Au vu de ce qui précède,
la Cour rejettera donc également le moyen de preuve proposé.
4. Au
moment du divorce, l'appelante était certes déjà atteinte dans sa santé (voir
les allégués 6 à 8 de la demande en divorce). Toutefois, rien ne permet
d'affirmer – et l'appelante ne le fait d'ailleurs pas – que son état de santé
l'ait déjà gravement handicapée, physiquement, dans son rôle de mère. En ce
sens, l'aggravation tragique de son état de santé constitue un fait nouveau et
important, dans la perspective de l'article 134 CC.
Bien entendu, la
confrontation à la souffrance d'autrui ne peut être occultée, dans le
développement d'un enfant, et il serait simpliste de dire que le changement
d'autorité parentale s'impose du seul fait de la maladie de la mère. Les effets
inéluctables de cette maladie se trouvent cependant accrus, comme déjà dit, par
le conflit né autour de l'enfant. Sur ce point, la Cour rejoint l'appréciation
des premiers juges, quant au comportement inadéquat – quoique peut-être bien
intentionné – du nouveau mari de l'appelante. La propension de ce dernier à
s'interposer, dans une situation particulièrement délicate qui ne le concerne
que de façon très indirecte, a déjà été décrite à plusieurs reprises par
l'assistante sociale Z., devenue curatrice de l'enfant (D.7, 14 et 41). Cette
attitude est aussi décrite de manière éloquente par l'ancien mandataire
d'office de l'appelante (D.17 et 18), même si tel n'était pas son rôle premier.
En laissant entendre, lors de son interrogatoire, que sa femme "est en bonne
santé, mais qu'elle est déprimée à cause de la présente affaire" (D.31),
L.H. démontre par ailleurs une certaine incapacité à voir la réalité en face.

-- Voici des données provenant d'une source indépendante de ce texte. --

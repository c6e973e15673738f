""".sas7bdat, .sav/.zsav/.por and .dta files, and transport files the fast reader declines.

Metadata kept: variable labels, value labels, display formats, the file label, .sav
user-missing declarations (``.sav``/``.zsav``; the raw codes stay in the data) and tagged
missing values (.dta ``.a``-``.z``; .sas7bdat ``.A``-``.Z``, ``._`` in ``.sas7bdat``), which
pyreadstat hands over as letters inside an object column and which become NaN plus a tag.

Limits of pyreadstat, recorded here so nobody hunts for them: ``read_por`` has neither
``user_missing`` nor ``encoding``, so user-missing declarations of ``.por`` files are lost;
``read_xport`` has no ``user_missing``, so tagged missing values of transport files read here
are plain NaN (the fast transport reader keeps them); .sav user-missing declarations on
character columns are dropped because :class:`RawColumn` holds numeric declarations only.
"""

from __future__ import annotations

import codecs
import re
from collections.abc import Iterator, Sequence
from pathlib import Path
from typing import TYPE_CHECKING, Any, BinaryIO

import numpy as np

from wstats.errors import ReadError
from wstats.readers.common import (
    Rows,
    encoding_error,
    is_utf8,
    progress_bar,
    select_columns,
)
from wstats.readers.raw import RawColumn, RawTable

if TYPE_CHECKING:
    import pandas as pd

__all__ = ["read_stat", "stat_columns"]

#: format -> (pyreadstat function, takes ``encoding``, takes ``user_missing``)
_READERS: dict[str, tuple[str, bool, bool]] = {
    "xpt": ("read_xport", True, False),
    "sas7bdat": ("read_sas7bdat", True, True),
    "sav": ("read_sav", True, True),
    "zsav": ("read_sav", True, True),
    "por": ("read_por", False, False),
    "dta": ("read_dta", True, True),
}
_CHUNK_ROWS = 50_000
_ENCODING_TROUBLE = re.compile(r"encoding|character set", re.IGNORECASE)
_XPT_RECORD = 80  # transport files are made of 80-byte records
_XPT_OBS = b"HEADER RECORD*******OBS"  # opens the observations (OBS in v5, OBSV8 in v8/v9)
#: format -> variables that share one byte of a row at most. A .dta row stores each value in
#: a byte or more; a compressed .sav row spends a command byte per value (8 per byte is a safe
#: bound). zsav (zlib) and .sas7bdat (RLE) rows can shrink too much for a useful bound.
_VARS_PER_BYTE = {"dta": 1, "sav": 8}
_SAV_HEADER = 176  # bytes of a .sav file before its dictionary records
_DTA_OPEN = b"<stata_dta>"
_DTA_CLOSE = b"</stata_dta>"
_DTA_TAIL = 64  # bytes read from the end of a .dta file to find its closing tag


def stat_columns(path: Path, fmt: str, encoding: str = "utf-8") -> list[str]:
    """Return the column names of a pyreadstat-readable file from its metadata."""
    meta = _metadata(path, fmt, encoding)
    return list(meta.column_names)


def read_stat(
    path: Path,
    fmt: str,
    columns: Sequence[str] | None = None,
    rows: Rows | None = None,
    progress: bool = False,
    encoding: str = "utf-8",
) -> RawTable:
    """Read a .sas7bdat, .sav, .dta or transport file with pyreadstat into a RawTable."""
    meta = _metadata(path, fmt, encoding)
    names = select_columns(path, meta.column_names, columns)
    kinds = meta.readstat_variable_types
    numeric = {name: kinds.get(name) != "string" for name in names}
    chunks = list(_read_chunks(path, fmt, names, rows, progress, encoding, meta.number_rows))
    cols: dict[str, RawColumn] = {}
    for name in names:
        data, tags = _join([_column_arrays(frame[name], numeric[name]) for frame in chunks])
        cols[name] = _raw_column(name, data, tags, numeric[name], meta)
    return RawTable(
        path=str(path),
        format=fmt,
        reader="pyreadstat",
        n_rows=sum(len(frame) for frame in chunks),
        columns=cols,
        file_columns=list(meta.column_names),
        file_label=meta.file_label or None,
    )


def _call(path: Path, fmt: str, encoding: str, **kwargs: Any) -> tuple[pd.DataFrame, Any]:
    """Call the pyreadstat reader for *fmt*, turning its failures into ReadError."""
    import pyreadstat

    func, takes_encoding, takes_missing = _READERS[fmt]
    if takes_encoding and not is_utf8(encoding):
        # readstat hands the name to iconv, which knows "ISO8859-1" but not "latin-1".
        kwargs["encoding"] = codecs.lookup(encoding).name.upper()
    if takes_missing:
        kwargs["user_missing"] = True
    try:
        frame, meta = getattr(pyreadstat, func)(str(path), **kwargs)
    except UnicodeError as exc:
        raise encoding_error(path, exc, encoding) from exc
    except (pyreadstat.ReadstatError, pyreadstat.PyreadstatError, OSError, ValueError,
            IndexError, KeyError, TypeError, OverflowError, MemoryError) as exc:
        # pyreadstat's callbacks raise plain IndexError & co. when a header lies about sizes.
        if _ENCODING_TROUBLE.search(str(exc)):
            raise encoding_error(path, exc, encoding) from exc
        raise ReadError(
            f"'{path}' cannot be read as {fmt} data ({exc}); it may be truncated or corrupt"
        ) from exc
    return frame, meta


def _metadata(path: Path, fmt: str, encoding: str) -> Any:
    """Read only the metadata of a file (names, types, labels, row count)."""
    if fmt == "dta":
        _check_dta_end(path)
    elif fmt in ("sav", "zsav"):
        _check_sav_dictionary(path)
    meta = _call(path, fmt, encoding, metadataonly=True)[1]
    _check_row_count(path, fmt, meta)
    if fmt == "xpt":
        widths = getattr(meta, "variable_storage_width", None) or {}
        _check_xpt_end(path, sum(int(w or 0) for w in widths.values()))
    return meta


def _check_sav_dictionary(path: Path) -> None:
    """Raise ReadError when a .sav dictionary points value labels at a missing variable."""
    # readstat crashes (segmentation fault) on such a label record instead of failing.
    import struct

    with open(path, "rb") as fh:
        head = fh.read(_SAV_HEADER)
        if len(head) < _SAV_HEADER or head[:4] not in (b"$FL2", b"$FL3"):
            return  # not a system file: readstat says so itself
        order = "<" if struct.unpack("<i", head[64:68])[0] in (2, 3) else ">"
        slots = 0
        while (kind := _sav_int(fh, order)) not in (None, 999):
            if kind == 2:
                slots += 1
                _sav_skip_variable(fh, order)
            elif kind == 3:
                _sav_check_labels(fh, order, slots, path)
            elif kind == 6:
                fh.seek(80 * _sav_count(fh, order, path), 1)
            elif kind == 7:
                fh.seek(4, 1)
                fh.seek(_sav_count(fh, order, path) * _sav_count(fh, order, path), 1)
            else:
                return  # an unknown record: readstat reports it


def _sav_int(fh: BinaryIO, order: str) -> int | None:
    """Read one 32-bit integer of the dictionary, or None at the end of the file."""
    import struct

    raw = fh.read(4)
    return struct.unpack(order + "i", raw)[0] if len(raw) == 4 else None


def _sav_count(fh: BinaryIO, order: str, path: Path) -> int:
    """Read a count or size of the dictionary, checking it is not negative."""
    value = _sav_int(fh, order)
    if value is None or value < 0:
        raise ReadError(f"'{path}' is damaged: its dictionary is cut or holds a negative count; "
                        "download or export the file again")
    return value


def _sav_skip_variable(fh: BinaryIO, order: str) -> None:
    """Skip the rest of a variable record (type 2): fixed part, label, missing values."""
    import struct

    fixed = fh.read(28)
    if len(fixed) < 28:
        return
    _width, has_label, n_missing = struct.unpack(order + "3i", fixed[:12])
    if has_label == 1:
        length = _sav_int(fh, order) or 0
        fh.seek(max(length, 0) + (-max(length, 0)) % 4, 1)
    fh.seek(8 * abs(n_missing), 1)


def _sav_check_labels(fh: BinaryIO, order: str, slots: int, path: Path) -> None:
    """Skip a value-label record (type 3) and check the variables its type-4 record names."""
    for _ in range(_sav_count(fh, order, path)):  # one value and its label per turn
        length = fh.read(9)[8:]
        if not length:
            return  # cut: readstat reports it
        fh.seek(length[0] + (-(length[0] + 1)) % 8, 1)  # label padded with its length byte
    if _sav_int(fh, order) != 4:
        return  # readstat reports the missing variable-index record
    count = _sav_count(fh, order, path)
    raw = fh.read(4 * count)
    indices = np.frombuffer(raw, dtype=order + "i4", count=len(raw) // 4)
    if ((indices < 1) | (indices > slots)).any():
        raise ReadError(f"'{path}' is damaged: value labels point at a variable that does not "
                        "exist; download or export the file again")


def _check_row_count(path: Path, fmt: str, meta: Any) -> None:
    """Raise ReadError when the header promises more rows than the file's size can hold."""
    # A damaged row count makes readstat allocate for millions of rows before it fails.
    rows = getattr(meta, "number_rows", None)
    if fmt not in _VARS_PER_BYTE or not isinstance(rows, int) or rows <= 0:
        return
    per_row = max(1, len(meta.column_names) // _VARS_PER_BYTE[fmt])
    size = path.stat().st_size
    if rows * per_row > size:
        raise ReadError(
            f"'{path}' is damaged: its header says {rows} rows, more than its {size} bytes "
            "can hold; download or export the file again"
        )


def _check_dta_end(path: Path) -> None:
    """Raise ReadError when a .dta (format 117+) file (XML-like tags) lacks its closing tag."""
    # pyreadstat reads such a file without its value labels and says nothing.
    with open(path, "rb") as fh:
        if fh.read(len(_DTA_OPEN)) != _DTA_OPEN:
            return  # .dta formats 104-115: a binary layout without tags
        fh.seek(max(path.stat().st_size - _DTA_TAIL, 0))
        tail = fh.read().rstrip(b" \t\r\n\x00")
    if not tail.endswith(_DTA_CLOSE):
        raise ReadError(
            f"'{path}' is truncated: it does not end with </stata_dta>; download the file again"
        )


def _check_xpt_end(path: Path, length: int) -> None:
    """Raise ReadError when a transport file ends inside an observation."""
    # pyreadstat silently returns the observations before the cut. Padding after the last
    # observation is blank and shorter than an 80-byte record, so anything else is a cut.
    size = path.stat().st_size
    start = _xpt_data_start(path)
    if start is None or length <= 0:
        return  # no observation header: pyreadstat has already judged the file
    rest = (size - start) % length
    if not rest:
        return
    with open(path, "rb") as fh:
        fh.seek(size - rest)
        tail = fh.read()
    if rest >= _XPT_RECORD or (size - start) % _XPT_RECORD or tail.strip(b" \x00"):
        raise ReadError(
            f"'{path}' is truncated: the last observation is incomplete; download the file again"
        )


def _xpt_data_start(path: Path) -> int | None:
    """Return the byte offset where a transport file's observations begin, or None."""
    import mmap

    with open(path, "rb") as fh, mmap.mmap(fh.fileno(), 0, access=mmap.ACCESS_READ) as data:
        at = data.find(_XPT_OBS)
        while at >= 0 and at % _XPT_RECORD:  # header records start on a record boundary
            at = data.find(_XPT_OBS, at + 1)
    return None if at < 0 else at + _XPT_RECORD


def _read_chunks(
    path: Path,
    fmt: str,
    names: list[str],
    rows: Rows | None,
    progress: bool,
    encoding: str,
    total: int | None,
) -> Iterator[pd.DataFrame]:
    """Yield the data in one piece, or in chunks behind a progress bar."""
    start, stop = rows if rows is not None else (0, None)
    limit = 0 if stop is None else stop - start
    opts: dict[str, Any] = {"usecols": names, "disable_datetime_conversion": True}
    wanted = _rows_wanted(total, start, stop)
    if not progress or wanted is None or wanted <= _CHUNK_ROWS:
        yield _call(path, fmt, encoding, row_offset=start, row_limit=limit, **opts)[0]
        return
    with progress_bar(progress, f"reading {path.name}", wanted) as advance:
        done = 0
        while done < wanted:
            size = min(_CHUNK_ROWS, wanted - done)
            frame = _call(path, fmt, encoding, row_offset=start + done, row_limit=size, **opts)[0]
            done += size
            advance(done)
            yield frame


def _rows_wanted(total: int | None, start: int, stop: int | None) -> int | None:
    """Return how many rows a read will return, when the file's metadata says how many it has."""
    if total is None or total < 0:
        return None
    end = total if stop is None else min(stop, total)
    return max(end - start, 0)


def _column_arrays(series: pd.Series, numeric: bool) -> tuple[np.ndarray, np.ndarray | None]:
    """Return (data, tags) for one column of a pyreadstat frame."""
    if not numeric:
        return series.to_numpy(dtype=object, na_value=""), None
    if series.dtype.kind in "fiub":
        return series.to_numpy(dtype=np.float64, na_value=np.nan), None
    # Tag letters make the column object (or str, when a chunk holds only letters).
    return _split_tags(series)


def _split_tags(series: pd.Series) -> tuple[np.ndarray, np.ndarray]:
    """Split a numeric column holding tag letters into float64 data (NaN there) and tags."""
    import pandas as pd

    data = pd.to_numeric(series, errors="coerce").to_numpy(dtype=np.float64, na_value=np.nan)
    letters = np.isnan(data) & series.notna().to_numpy(dtype=bool)
    tags = np.zeros(len(data), dtype=np.uint8)
    if letters.any():
        found = series.to_numpy(dtype=object)[letters].astype("U1")
        tags[letters] = found.view(np.uint32).astype(np.uint8)
    return data, tags


def _join(
    parts: list[tuple[np.ndarray, np.ndarray | None]],
) -> tuple[np.ndarray, np.ndarray | None]:
    """Concatenate the (data, tags) pieces of one column read in chunks."""
    if len(parts) == 1:
        return parts[0]
    data = np.concatenate([p[0] for p in parts])
    if all(p[1] is None for p in parts):
        return data, None
    tags = [np.zeros(len(d), np.uint8) if t is None else t for d, t in parts]
    return data, np.concatenate(tags)


def _raw_column(
    name: str, data: np.ndarray, tags: np.ndarray | None, numeric: bool, meta: Any
) -> RawColumn:
    """Attach the file's metadata for *name* to its data."""
    labels = meta.variable_value_labels.get(name, {})
    return RawColumn(
        name=name,
        data=data,
        label=meta.column_names_to_labels.get(name) or None,
        value_labels={_code(k, numeric): str(v) for k, v in labels.items()},
        tags=tags,
        user_missing=list(_user_missing(meta.missing_ranges.get(name, []))) if numeric else [],
        numeric=numeric,
        format=meta.original_variable_types.get(name) or None,
    )


def _code(key: Any, numeric: bool) -> float | str:
    """Return a value-label code as float for numeric columns (tag letters stay str)."""
    if numeric and isinstance(key, (int, float)) and not isinstance(key, bool):
        return float(key)
    return str(key)


def _user_missing(ranges: list[dict[str, Any]]) -> list[float | tuple[float, float]]:
    """Turn pyreadstat's ``[{'lo': .., 'hi': ..}]`` into single codes and (low, high) ranges."""
    out: list[float | tuple[float, float]] = []
    for item in ranges:
        low, high = float(item["lo"]), float(item["hi"])
        out.append(low if low == high else (low, high))
    return out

Enfin, en affirmant qu'il considère comme "son propre fils" l'enfant
J. (car la mandataire de l'appelante n'a certainement pas trahi l'expression de
son second mari), il manifeste très précisément la profonde incompréhension
qu'il a de son rôle. En effet, il n'a aucun des droits attachés à l'autorité
parentale sur l'enfant, quelle que soit l'affection, sans doute sincère, qu'il
lui porte. En ne voulant pas l'admettre et en perturbant les relations
personnelles entre l'enfant et son père, comme entre les deux parents, il a
contribué à rendre la situation intenable, au point que le changement opéré, en
mesures provisoires d'abord puis sur le fond, doit être approuvé.
Même si les raisons
avancées par l'appelante à son déménagement à Neuchâtel ne sont pas entièrement
dénuées de pertinence (voir les précisions données le 16 janvier 2001, D.20),
on peut regretter en revanche que de la sorte, le droit de visite très ouvert
que proposait initialement le demandeur soit exclu, alors qu'il aurait à
première vue pu constituer un moyen terme favorable pour l'enfant comme pour sa
mère.
5. L'appelante
ne remet pas en cause les effets accessoires du changement d'autorité parentale
(droit de visite ; suppression implicite de la pension due jusqu'alors par le
demandeur et versement direct de la rente complémentaire AI à ce dernier ;
maintien de la curatelle instituée le 13 février 2001) et il n'y a aucune
raison de modifier d'office le jugement de première instance sur l'un ou
l'autre de ces points.
6. Vu
l'issue de la cause, l'appelante en supportera les frais et elle versera à
l'intimé une indemnité de dépens de 400 francs, mais ne sera pas condamnée au
paiement des honoraires de l'adverse partie, car l'appel n'était pas téméraire.
**Par
ces motifs,
LA IIe COUR CIVILE**
1.
Rejette
l'appel interjeté le 4 mars 2002 et confirme le jugement rendu le 29 janvier
2002.
2.
Condamne
l'appelante aux frais de justice, qu'elle a avancés par 660 francs.
3.
Condamne
l'appelante à verser à l'intimé une indemnité de dépens de 400 francs.